_Saved data entries_
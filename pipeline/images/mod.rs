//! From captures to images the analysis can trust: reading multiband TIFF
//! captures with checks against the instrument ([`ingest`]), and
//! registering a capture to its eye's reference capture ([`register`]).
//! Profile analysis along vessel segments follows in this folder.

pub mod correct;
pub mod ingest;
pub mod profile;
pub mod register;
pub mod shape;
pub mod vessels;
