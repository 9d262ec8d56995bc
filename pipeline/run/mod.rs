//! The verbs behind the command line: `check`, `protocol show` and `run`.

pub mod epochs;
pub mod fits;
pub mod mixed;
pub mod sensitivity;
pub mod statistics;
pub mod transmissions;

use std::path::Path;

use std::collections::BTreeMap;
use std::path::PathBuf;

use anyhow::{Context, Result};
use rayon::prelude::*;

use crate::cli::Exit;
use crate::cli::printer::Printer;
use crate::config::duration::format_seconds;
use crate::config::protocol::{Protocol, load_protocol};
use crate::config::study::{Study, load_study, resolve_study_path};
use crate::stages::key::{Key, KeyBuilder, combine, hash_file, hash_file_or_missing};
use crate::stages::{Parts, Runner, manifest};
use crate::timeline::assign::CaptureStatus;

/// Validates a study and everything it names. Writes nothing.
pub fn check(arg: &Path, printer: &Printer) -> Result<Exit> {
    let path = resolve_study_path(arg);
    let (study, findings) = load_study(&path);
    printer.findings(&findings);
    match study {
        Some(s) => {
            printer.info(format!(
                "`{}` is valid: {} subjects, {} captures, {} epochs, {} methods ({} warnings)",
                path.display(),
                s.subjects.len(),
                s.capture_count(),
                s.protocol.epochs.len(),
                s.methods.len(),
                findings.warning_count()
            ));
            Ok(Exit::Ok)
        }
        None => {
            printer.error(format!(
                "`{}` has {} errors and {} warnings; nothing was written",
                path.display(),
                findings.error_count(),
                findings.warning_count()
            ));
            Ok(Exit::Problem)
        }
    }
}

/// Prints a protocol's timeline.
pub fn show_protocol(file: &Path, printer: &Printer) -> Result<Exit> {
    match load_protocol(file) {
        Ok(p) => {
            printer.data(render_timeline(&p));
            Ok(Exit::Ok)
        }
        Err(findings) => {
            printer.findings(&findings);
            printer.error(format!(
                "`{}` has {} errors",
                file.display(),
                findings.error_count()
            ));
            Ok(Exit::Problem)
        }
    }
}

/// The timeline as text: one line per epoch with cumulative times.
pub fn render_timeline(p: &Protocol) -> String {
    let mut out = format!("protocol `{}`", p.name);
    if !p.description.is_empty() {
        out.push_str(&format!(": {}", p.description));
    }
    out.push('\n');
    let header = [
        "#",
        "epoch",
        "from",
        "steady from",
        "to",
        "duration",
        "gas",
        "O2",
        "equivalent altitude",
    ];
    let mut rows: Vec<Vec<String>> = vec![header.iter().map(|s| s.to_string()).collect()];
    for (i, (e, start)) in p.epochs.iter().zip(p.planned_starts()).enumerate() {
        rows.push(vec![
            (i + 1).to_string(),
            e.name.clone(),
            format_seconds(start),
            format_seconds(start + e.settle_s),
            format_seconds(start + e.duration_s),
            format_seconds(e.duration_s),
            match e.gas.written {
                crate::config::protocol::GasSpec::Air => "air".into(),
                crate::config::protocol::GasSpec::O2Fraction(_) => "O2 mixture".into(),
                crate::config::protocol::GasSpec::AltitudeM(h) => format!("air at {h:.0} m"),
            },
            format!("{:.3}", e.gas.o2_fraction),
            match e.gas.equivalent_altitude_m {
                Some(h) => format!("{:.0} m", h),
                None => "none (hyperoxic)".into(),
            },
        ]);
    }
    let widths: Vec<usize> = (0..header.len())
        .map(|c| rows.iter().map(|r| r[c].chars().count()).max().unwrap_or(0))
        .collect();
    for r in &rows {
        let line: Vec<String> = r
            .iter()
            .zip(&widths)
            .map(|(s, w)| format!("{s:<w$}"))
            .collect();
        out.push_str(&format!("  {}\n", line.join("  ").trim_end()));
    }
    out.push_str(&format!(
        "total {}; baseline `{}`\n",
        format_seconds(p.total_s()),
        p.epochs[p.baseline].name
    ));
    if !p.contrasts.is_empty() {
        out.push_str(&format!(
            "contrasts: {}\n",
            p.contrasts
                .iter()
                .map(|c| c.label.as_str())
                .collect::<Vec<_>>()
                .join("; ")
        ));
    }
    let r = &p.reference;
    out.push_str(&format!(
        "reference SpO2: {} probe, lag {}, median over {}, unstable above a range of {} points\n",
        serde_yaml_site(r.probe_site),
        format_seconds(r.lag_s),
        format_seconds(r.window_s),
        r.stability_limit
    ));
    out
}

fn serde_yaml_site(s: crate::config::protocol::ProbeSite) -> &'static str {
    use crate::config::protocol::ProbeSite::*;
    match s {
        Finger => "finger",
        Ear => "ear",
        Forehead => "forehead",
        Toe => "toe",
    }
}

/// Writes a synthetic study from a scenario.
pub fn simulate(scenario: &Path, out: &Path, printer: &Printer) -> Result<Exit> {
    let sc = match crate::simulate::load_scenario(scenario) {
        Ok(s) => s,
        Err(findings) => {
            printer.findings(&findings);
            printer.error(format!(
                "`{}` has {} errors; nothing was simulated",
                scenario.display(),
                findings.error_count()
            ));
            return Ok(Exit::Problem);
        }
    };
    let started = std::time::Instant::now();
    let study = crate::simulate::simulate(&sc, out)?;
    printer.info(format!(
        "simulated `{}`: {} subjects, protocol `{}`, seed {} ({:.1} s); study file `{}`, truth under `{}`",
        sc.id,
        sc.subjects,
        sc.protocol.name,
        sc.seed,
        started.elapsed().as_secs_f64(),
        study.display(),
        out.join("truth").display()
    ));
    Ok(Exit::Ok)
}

_Task statement_
Go through the entries above and write each one out exactly.

_Answer space_
filename pipeline/images/mod.rs
//! From captures to images the analysis can trust: reading multiband TIFF
//! captures with checks against the instrument ([`ingest`]), and
//! registering a capture to its eye's reference capture ([`register`]).
//! Profile analysis along vessel segments follows in this folder.

pub mod correct;
pub mod ingest;
pub mod profile;
pub mod register;
pub mod shape;
pub mod vessels;
repository 9d262ec8d56995bc
filename pipeline/run/mod.rs
//! The verbs behind the command line: `check`, `protocol show` and `run`.

pub mod epochs;
pub mod fits;
pub mod mixed;
pub mod sensitivity;
pub mod statistics;
pub mod transmissions;

use std::path::Path;

use std::collections::BTreeMap;
use std::path::PathBuf;

use anyhow::{Context, Result};
use rayon::prelude::*;

use crate::cli::Exit;
use crate::cli::printer::Printer;
use crate::config::duration::format_seconds;
use crate::config::protocol::{Protocol, load_protocol};
use crate::config::study::{Study, load_study, resolve_study_path};
use crate::stages::key::{Key, KeyBuilder, combine, hash_file, hash_file_or_missing};
use crate::stages::{Parts, Runner, manifest};
use crate::timeline::assign::CaptureStatus;

/// Validates a study and everything it names. Writes nothing.
pub fn check(arg: &Path, printer: &Printer) -> Result<Exit> {
    let path = resolve_study_path(arg);
    let (study, findings) = load_study(&path);
    printer.findings(&findings);
    match study {
        Some(s) => {
            printer.info(format!(
                "`{}` is valid: {} subjects, {} captures, {} epochs, {} methods ({} warnings)",
                path.display(),
                s.subjects.len(),
                s.capture_count(),
                s.protocol.epochs.len(),
                s.methods.len(),
                findings.warning_count()
            ));
            Ok(Exit::Ok)
        }
        None => {
            printer.error(format!(
                "`{}` has {} errors and {} warnings; nothing was written",
                path.display(),
                findings.error_count(),
                findings.warning_count()
            ));
            Ok(Exit::Problem)
        }
    }
}

/// Prints a protocol's timeline.
pub fn show_protocol(file: &Path, printer: &Printer) -> Result<Exit> {
    match load_protocol(file) {
        Ok(p) => {
            printer.data(render_timeline(&p));
            Ok(Exit::Ok)
        }
        Err(findings) => {
            printer.findings(&findings);
            printer.error(format!(
                "`{}` has {} errors",
                file.display(),
                findings.error_count()
            ));
            Ok(Exit::Problem)
        }
    }
}

/// The timeline as text: one line per epoch with cumulative times.
pub fn render_timeline(p: &Protocol) -> String {
    let mut out = format!("protocol `{}`", p.name);
    if !p.description.is_empty() {
        out.push_str(&format!(": {}", p.description));
    }
    out.push('\n');
    let header = [
        "#",
        "epoch",
        "from",
        "steady from",
        "to",
        "duration",
        "gas",
        "O2",
        "equivalent altitude",
    ];
    let mut rows: Vec<Vec<String>> = vec![header.iter().map(|s| s.to_string()).collect()];
    for (i, (e, start)) in p.epochs.iter().zip(p.planned_starts()).enumerate() {
        rows.push(vec![
            (i + 1).to_string(),
            e.name.clone(),
            format_seconds(start),
            format_seconds(start + e.settle_s),
            format_seconds(start + e.duration_s),
            format_seconds(e.duration_s),
            match e.gas.written {
                crate::config::protocol::GasSpec::Air => "air".into(),
                crate::config::protocol::GasSpec::O2Fraction(_) => "O2 mixture".into(),
                crate::config::protocol::GasSpec::AltitudeM(h) => format!("air at {h:.0} m"),
            },
            format!("{:.3}", e.gas.o2_fraction),
            match e.gas.equivalent_altitude_m {
                Some(h) => format!("{:.0} m", h),
                None => "none (hyperoxic)".into(),
            },
        ]);
    }
    let widths: Vec<usize> = (0..header.len())
        .map(|c| rows.iter().map(|r| r[c].chars().count()).max().unwrap_or(0))
        .collect();
    for r in &rows {
        let line: Vec<String> = r
            .iter()
            .zip(&widths)
            .map(|(s, w)| format!("{s:<w$}"))
            .collect();
        out.push_str(&format!("  {}\n", line.join("  ").trim_end()));
    }
    out.push_str(&format!(
        "total {}; baseline `{}`\n",
        format_seconds(p.total_s()),
        p.epochs[p.baseline].name
    ));
    if !p.contrasts.is_empty() {
        out.push_str(&format!(
            "contrasts: {}\n",
            p.contrasts
                .iter()
                .map(|c| c.label.as_str())
                .collect::<Vec<_>>()
                .join("; ")
        ));
    }
    let r = &p.reference;
    out.push_str(&format!(
        "reference SpO2: {} probe, lag {}, median over {}, unstable above a range of {} points\n",
        serde_yaml_site(r.probe_site),
        format_seconds(r.lag_s),
        format_seconds(r.window_s),
        r.stability_limit
    ));
    out
}

fn serde_yaml_site(s: crate::config::protocol::ProbeSite) -> &'static str {
    use crate::config::protocol::ProbeSite::*;
    match s {
        Finger => "finger",
        Ear => "ear",
        Forehead => "forehead",
        Toe => "toe",
    }
}

/// Writes a synthetic study from a scenario.
pub fn simulate(scenario: &Path, out: &Path, printer: &Printer) -> Result<Exit> {
    let sc = match crate::simulate::load_scenario(scenario) {
        Ok(s) => s,
        Err(findings) => {
            printer.findings(&findings);
            printer.error(format!(
                "`{}` has {} errors; nothing was simulated",
                scenario.display(),
                findings.error_count()
            ));
            return Ok(Exit::Problem);
        }
    };
    let started = std::time::Instant::now();
    let study = crate::simulate::simulate(&sc, out)?;
    printer.info(format!(
        "simulated `{}`: {} subjects, protocol `{}`, seed {} ({:.1} s); study file `{}`, truth under `{}`",
        sc.id,
        sc.subjects,
        sc.protocol.name,
        sc.seed,
        started.elapsed().as_secs_f64(),
        study.display(),
        out.join("truth").display()
    ));
    Ok(Exit::Ok)
}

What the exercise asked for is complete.